[PyTorch] Propagate FP8 graph weight update flag in GroupedLinear (#3052)

allenphilipj · ksivaman · web-flow · commit 1ea48eb75a20 · 2026-06-05T20:42:53.000+05:30
Fix GroupedLinear FP8 graph weight update flag

Signed-off-by: allenphilipj &lt;allenphilipj@users.noreply.github.com&gt;
Co-authored-by: allenphilipj &lt;allenphilipj@users.noreply.github.com&gt;
Co-authored-by: Kirthi Shankar Sivamani &lt;ksivamani@nvidia.com&gt;
diff --git a/transformer_engine/pytorch/module/grouped_linear.py b/transformer_engine/pytorch/module/grouped_linear.py
@@ -1696,6 +1696,15 @@ def forward(
                 f"does not match number of GEMMs ({num_gemms})."
             )
 
+        if FP8GlobalStateManager.fp8_graph_capturing():
+            skip_fp8_weight_update = (
+                FP8GlobalStateManager.quantization_state.skip_fp8_weight_update_tensor
+            )
+        else:
+            skip_fp8_weight_update = None
+        if skip_fp8_weight_update is not None:
+            is_first_microbatch = False
+
         # Preprocess input tensor
         if isinstance(inp, QuantizedTensorStorage):
             raise TypeError("GroupedLinear doesn't support input tensor in FP8.")

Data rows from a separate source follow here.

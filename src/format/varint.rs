//! LEB128 unsigned varints: 7 bits per byte, low bits first, high bit set on all but the last.

/// Appends `value` as a varint.
///
/// # Examples
/// ```
/// let mut buf = Vec::new();
/// baler::format::write_varint(&mut buf, 300);
/// assert_eq!(buf, [0xAC, 0x02]);
/// assert_eq!(baler::format::read_varint(&buf, &mut 0), Some(300));
/// ```
#[inline]
pub fn write_varint(out: &mut Vec<u8>, mut value: u64) {
    while value >= 0x80 {
        out.push((value as u8) | 0x80);
        value >>= 7;
    }
    out.push(value as u8);
}

/// Reads a varint at `*pos`, advancing it; `None` if the bytes end early or it overflows u64.
#[inline]
pub fn read_varint(data: &[u8], pos: &mut usize) -> Option<u64> {
    let mut value = 0u64;
    let mut shift = 0u32;
    loop {
        let byte = *data.get(*pos)?;
        *pos += 1;
        if shift == 63 && byte > 1 {
            return None;
        }
        value |= u64::from(byte & 0x7F) << shift;
        if byte < 0x80 {
            return Some(value);
        }
        shift += 7;
        if shift > 63 {
            return None;
        }
    }
}

/// Reads a varint from the front of `bytes`, advancing the slice; `None` as [`read_varint`].
#[inline]
pub(crate) fn take_varint(bytes: &mut &[u8]) -> Option<u64> {
    let mut pos = 0;
    let v = read_varint(bytes, &mut pos)?;
    *bytes = &bytes[pos..];
    Some(v)
}

/// Reads a varint from a stream: `Ok(None)` at a clean end of the stream, an
/// `UnexpectedEof` error when it ends inside the varint, `InvalidData` past 64 bits.
pub(crate) fn read_varint_from<R: std::io::Read>(r: &mut R) -> std::io::Result<Option<u64>> {
    let mut v = 0u64;
    let mut byte = [0u8];
    for (k, shift) in (0..64).step_by(7).enumerate() {
        match r.read(&mut byte)? {
            0 if k == 0 => return Ok(None),
            0 => return Err(std::io::ErrorKind::UnexpectedEof.into()),
            _ => {}
        }
        if shift == 63 && byte[0] > 1 {
            break; // past 64 bits
        }
        v |= u64::from(byte[0] & 0x7f) << shift;
        if byte[0] < 0x80 {
            return Ok(Some(v));
        }
    }
    Err(std::io::Error::new(
        std::io::ErrorKind::InvalidData,
        "varint too long",
    ))
}
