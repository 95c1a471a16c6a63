//! Byte layout of baler's n-gram language model file (`.balm`), self-contained: its own magic,
//! version and CRC-32 footer. Written by [`crate::lm`] and read back through a memory map.
//!
//! All integers and floats are little-endian; every array starts on a 4-byte boundary.
//!
//! ```text
//! header   magic "BALM\r\n\x1a\0" (8) | version u32 | order u32 | vocabulary size V u32 | 0 u32
//!          | entries per order, u64 × order
//! vocab    string ends u32 × V | UTF-8 words, padded with zeros to 4 bytes
//! order 1  log10 prob f32 × V | log10 back-off f32 × V | first child u32 × (V + 1)    (order > 1)
//! order n  word u32 × c | log10 prob f32 × c | back-off f32 × c | first child u32 × (c + 1)
//! order N  word u32 × c | log10 prob f32 × c
//! footer   CRC-32 (IEEE) of every byte before it, u32
//! ```
//!
//! The entries of order n + 1 are a forward trie: entry `i` of order n owns the entries
//! `child[i]..child[i+1]` of order n + 1, sorted by word id. Order-1 entries are indexed by word
//! id. Back-off weights of entries that never occur as a context are 0.

use crate::error::{Error, Result};
use std::io::{self, Write};
use std::path::Path;

/// The first eight bytes of a language model file.
pub const LM_MAGIC: [u8; 8] = *b"BALM\r\n\x1a\0";
/// The layout version; readers refuse others.
pub const LM_VERSION: u32 = 1;
/// Highest order a file may declare.
pub const LM_MAX_ORDER: usize = 9;

/// The arrays of one order, as the writer hands them over.
#[derive(Clone, Debug, Default)]
pub struct OrderArrays {
    /// Word id of each entry (ignored for order 1, whose entries are the word ids).
    pub words: Vec<u32>,
    /// log10 probability of each entry.
    pub probs: Vec<f32>,
    /// log10 back-off weight (empty for the highest order).
    pub backoffs: Vec<f32>,
    /// `entries + 1` child starts into the next order (empty for the highest order).
    pub children: Vec<u32>,
}

/// A writer that keeps the CRC-32 of everything written through it, in chunks of its buffer.
struct Checked<'a> {
    out: &'a mut dyn Write,
    crc: crc32fast::Hasher,
    buf: Vec<u8>,
    written: usize,
}

impl Checked<'_> {
    fn put(&mut self, bytes: &[u8]) -> io::Result<()> {
        self.buf.extend_from_slice(bytes);
        self.written += bytes.len();
        if self.buf.len() >= 1 << 16 {
            self.drain()?;
        }
        Ok(())
    }

    fn drain(&mut self) -> io::Result<()> {
        self.crc.update(&self.buf);
        self.out.write_all(&self.buf)?;
        self.buf.clear();
        Ok(())
    }

    fn pad4(&mut self) -> io::Result<()> {
        while self.written % 4 != 0 {
            self.put(&[0])?;
        }
        Ok(())
    }

    fn words(&mut self, xs: impl IntoIterator<Item = [u8; 4]>) -> io::Result<()> {
        for x in xs {
            self.put(&x)?;
        }
        Ok(())
    }
}

/// Serialises a model: vocabulary (id order) and one [`OrderArrays`] per order.
pub fn encode(vocab: &[String], orders: &[OrderArrays]) -> Vec<u8> {
    let mut out = Vec::new();
    write(&mut out, vocab, orders).expect("writing to memory cannot fail");
    out
}

/// Writes the same bytes as [`encode`] to `out` as it goes, holding no copy of the model.
pub fn write(out: &mut dyn Write, vocab: &[String], orders: &[OrderArrays]) -> io::Result<()> {
    let mut w = Checked {
        out,
        crc: crc32fast::Hasher::new(),
        buf: Vec::with_capacity(1 << 16),
        written: 0,
    };
    w.put(&LM_MAGIC)?;
    w.put(&LM_VERSION.to_le_bytes())?;
    w.put(&(orders.len() as u32).to_le_bytes())?;
    w.put(&(vocab.len() as u32).to_le_bytes())?;
    w.put(&0u32.to_le_bytes())?;
    for o in orders {
        w.put(&(o.probs.len() as u64).to_le_bytes())?;
    }
    let mut end = 0u32;
    for word in vocab {
        end += word.len() as u32;
        w.put(&end.to_le_bytes())?;
    }
    for word in vocab {
        w.put(word.as_bytes())?;
    }
    w.pad4()?;
    for (n, o) in orders.iter().enumerate() {
        if n > 0 {
            w.words(o.words.iter().map(|x| x.to_le_bytes()))?;
        }
        w.words(o.probs.iter().map(|x| x.to_le_bytes()))?;
        if n + 1 < orders.len() {
            w.words(o.backoffs.iter().map(|x| x.to_le_bytes()))?;
            w.words(o.children.iter().map(|x| x.to_le_bytes()))?;
        }
    }
    w.drain()?;
    let crc = w.crc.finalize();
    w.out.write_all(&crc.to_le_bytes())
}

/// A 4-byte little-endian array inside the file.
#[derive(Clone, Copy, Debug, Default)]
struct Array {
    start: usize,
    len: usize,
}

/// Where one order's arrays lie.
#[derive(Clone, Copy, Debug, Default)]
struct OrderLayout {
    entries: usize,
    words: Array,
    probs: Array,
    backoffs: Array,
    children: Array,
}

/// A validated view of a model file's bytes: every array bound-checked and every child range
/// checked to be increasing and inside the next order, so lookups cannot leave the file.
#[derive(Clone, Debug)]
pub struct LmLayout {
    order: usize,
    vocab_ends: Array,
    vocab_text: usize,
    orders: Vec<OrderLayout>,
}

#[inline]
fn u32_at(bytes: &[u8], at: usize) -> u32 {
    u32::from_le_bytes(bytes[at..at + 4].try_into().expect("4 bytes"))
}

impl LmLayout {
    /// Checks magic, version, sizes, checksum and the trie's child ranges.
    pub fn parse(bytes: &[u8], path: &Path) -> Result<LmLayout> {
        let bad = |reason: String| Error::corrupt(path, reason);
        if bytes.len() < 28 || bytes[..8] != LM_MAGIC {
            return Err(bad("not a baler language model (bad magic)".into()));
        }
        let version = u32_at(bytes, 8);
        if version != LM_VERSION {
            return Err(bad(format!(
                "language model layout version {version}, this baler reads {LM_VERSION}"
            )));
        }
        let body = bytes.len() - 4;
        let stored = u32_at(bytes, body);
        let actual = crc32fast::hash(&bytes[..body]);
        if stored != actual {
            return Err(bad(format!(
                "checksum mismatch (stored {stored:08x}, computed {actual:08x})"
            )));
        }
        let order = u32_at(bytes, 12) as usize;
        let vocab = u32_at(bytes, 16) as usize;
        if order == 0 || order > LM_MAX_ORDER {
            return Err(bad(format!("implausible order {order}")));
        }
        let mut pos = 24 + 8 * order;
        if pos > body {
            return Err(bad("header cut off".into()));
        }
        let mut counts = Vec::with_capacity(order);
        for n in 0..order {
            let c = u64::from_le_bytes(bytes[24 + 8 * n..32 + 8 * n].try_into().expect("8"));
            counts.push(usize::try_from(c).map_err(|_| bad("entry count too large".into()))?);
        }
        if counts[0] != vocab {
            return Err(bad("order 1 does not cover the vocabulary".into()));
        }
        let mut take = |len: usize, what: &str| -> Result<Array> {
            let bytes_needed = len
                .checked_mul(4)
                .filter(|&b| pos + b <= body)
                .ok_or_else(|| bad(format!("{what} array runs past the end of the file")))?;
            let a = Array { start: pos, len };
            pos += bytes_needed;
            Ok(a)
        };
        let vocab_ends = take(vocab, "vocabulary")?;
        let text_len = if vocab == 0 {
            0
        } else {
            u32_at(bytes, vocab_ends.start + 4 * (vocab - 1)) as usize
        };
        let vocab_text = pos;
        if vocab_text + text_len > body {
            return Err(bad("vocabulary text runs past the end of the file".into()));
        }
        let mut prev = 0;
        for i in 0..vocab {
            let e = u32_at(bytes, vocab_ends.start + 4 * i) as usize;
            if e < prev || std::str::from_utf8(&bytes[vocab_text + prev..vocab_text + e]).is_err() {
                return Err(bad(format!("vocabulary word {i} is malformed")));
            }
            prev = e;
        }
        pos = (vocab_text + text_len).div_ceil(4) * 4;
        let mut take = |len: usize, what: &str| -> Result<Array> {
            let bytes_needed = len
                .checked_mul(4)
                .filter(|&b| pos + b <= body)
                .ok_or_else(|| bad(format!("{what} array runs past the end of the file")))?;
            let a = Array { start: pos, len };
            pos += bytes_needed;
            Ok(a)
        };
        let mut orders = Vec::with_capacity(order);
        for (n, &c) in counts.iter().enumerate() {
            let mut o = OrderLayout {
                entries: c,
                ..OrderLayout::default()
            };
            if n > 0 {
                o.words = take(c, "word")?;
            }
            o.probs = take(c, "probability")?;
            if n + 1 < order {
                o.backoffs = take(c, "back-off")?;
                o.children = take(c + 1, "child")?;
            }
            orders.push(o);
        }
        if pos != body {
            return Err(bad(format!("{} unexplained bytes", body - pos)));
        }
        // The trie's ranges must be increasing and end exactly at the next order's size, and
        // every word id must be in the vocabulary.
        for n in 0..order {
            let o = orders[n];
            for i in 0..if n > 0 { o.entries } else { 0 } {
                if u32_at(bytes, o.words.start + 4 * i) as usize >= vocab {
                    return Err(bad(format!(
                        "order {} entry {i} has an unknown word",
                        n + 1
                    )));
                }
            }
            if n + 1 < order {
                let mut prev = 0;
                for i in 0..=o.entries {
                    let c = u32_at(bytes, o.children.start + 4 * i) as usize;
                    if c < prev || (i == 0 && c != 0) {
                        return Err(bad(format!("order {} child ranges go backwards", n + 1)));
                    }
                    prev = c;
                }
                if prev != orders[n + 1].entries {
                    return Err(bad(format!(
                        "order {} child ranges do not cover order {}",
                        n + 1,
                        n + 2
                    )));
                }
            }
        }
        Ok(LmLayout {
            order,
            vocab_ends,
            vocab_text,
            orders,
        })
    }

    /// The model's order.
    pub fn order(&self) -> usize {
        self.order
    }

    /// Vocabulary size.
    pub fn vocab_len(&self) -> usize {
        self.vocab_ends.len
    }

    /// Entries of order `n` (1-based).
    pub fn entries(&self, n: usize) -> usize {
        self.orders[n - 1].entries
    }

    /// Word `id` (valid ids only).
    pub fn word<'b>(&self, bytes: &'b [u8], id: u32) -> &'b str {
        let i = id as usize;
        let end = u32_at(bytes, self.vocab_ends.start + 4 * i) as usize;
        let start = if i == 0 {
            0
        } else {
            u32_at(bytes, self.vocab_ends.start + 4 * (i - 1)) as usize
        };
        std::str::from_utf8(&bytes[self.vocab_text + start..self.vocab_text + end])
            .expect("checked by parse")
    }

    /// Word id of entry `i` of order `n` (for order 1, `i` itself).
    #[inline]
    pub fn entry_word(&self, bytes: &[u8], n: usize, i: usize) -> u32 {
        if n == 1 {
            return i as u32;
        }
        u32_at(bytes, self.orders[n - 1].words.start + 4 * i)
    }

    /// log10 probability of entry `i` of order `n`.
    #[inline]
    pub fn prob(&self, bytes: &[u8], n: usize, i: usize) -> f32 {
        f32::from_bits(u32_at(bytes, self.orders[n - 1].probs.start + 4 * i))
    }

    /// log10 back-off weight of entry `i` of order `n` (0 for the highest order).
    #[inline]
    pub fn backoff(&self, bytes: &[u8], n: usize, i: usize) -> f32 {
        if n == self.order {
            return 0.0;
        }
        f32::from_bits(u32_at(bytes, self.orders[n - 1].backoffs.start + 4 * i))
    }

    /// The entry of order `n + 1` under entry `parent` of order `n` whose word is `word`.
    #[inline]
    pub fn child(&self, bytes: &[u8], n: usize, parent: usize, word: u32) -> Option<usize> {
        if n >= self.order {
            return None;
        }
        let o = &self.orders[n - 1];
        let (mut lo, mut hi) = (
            u32_at(bytes, o.children.start + 4 * parent) as usize,
            u32_at(bytes, o.children.start + 4 * (parent + 1)) as usize,
        );
        let words = self.orders[n].words.start;
        while lo < hi {
            let mid = (lo + hi) / 2;
            let w = u32_at(bytes, words + 4 * mid);
            match w.cmp(&word) {
                std::cmp::Ordering::Less => lo = mid + 1,
                std::cmp::Ordering::Greater => hi = mid,
                std::cmp::Ordering::Equal => return Some(mid),
            }
        }
        None
    }

    /// The child range of entry `parent` of order `n` (empty for the highest order).
    pub fn children(&self, bytes: &[u8], n: usize, parent: usize) -> std::ops::Range<usize> {
        if n >= self.order {
            return 0..0;
        }
        let o = &self.orders[n - 1];
        u32_at(bytes, o.children.start + 4 * parent) as usize
            ..u32_at(bytes, o.children.start + 4 * (parent + 1)) as usize
    }
}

@@ -1754,7 +1763,7 @@ def forward(
                 is_grad_enabled,
                 weight_workspaces,
                 cache_weight,
-                None,  # skip_fp8_weight_update
+                skip_fp8_weight_update,
                 self.save_original_input,
                 debug,
             )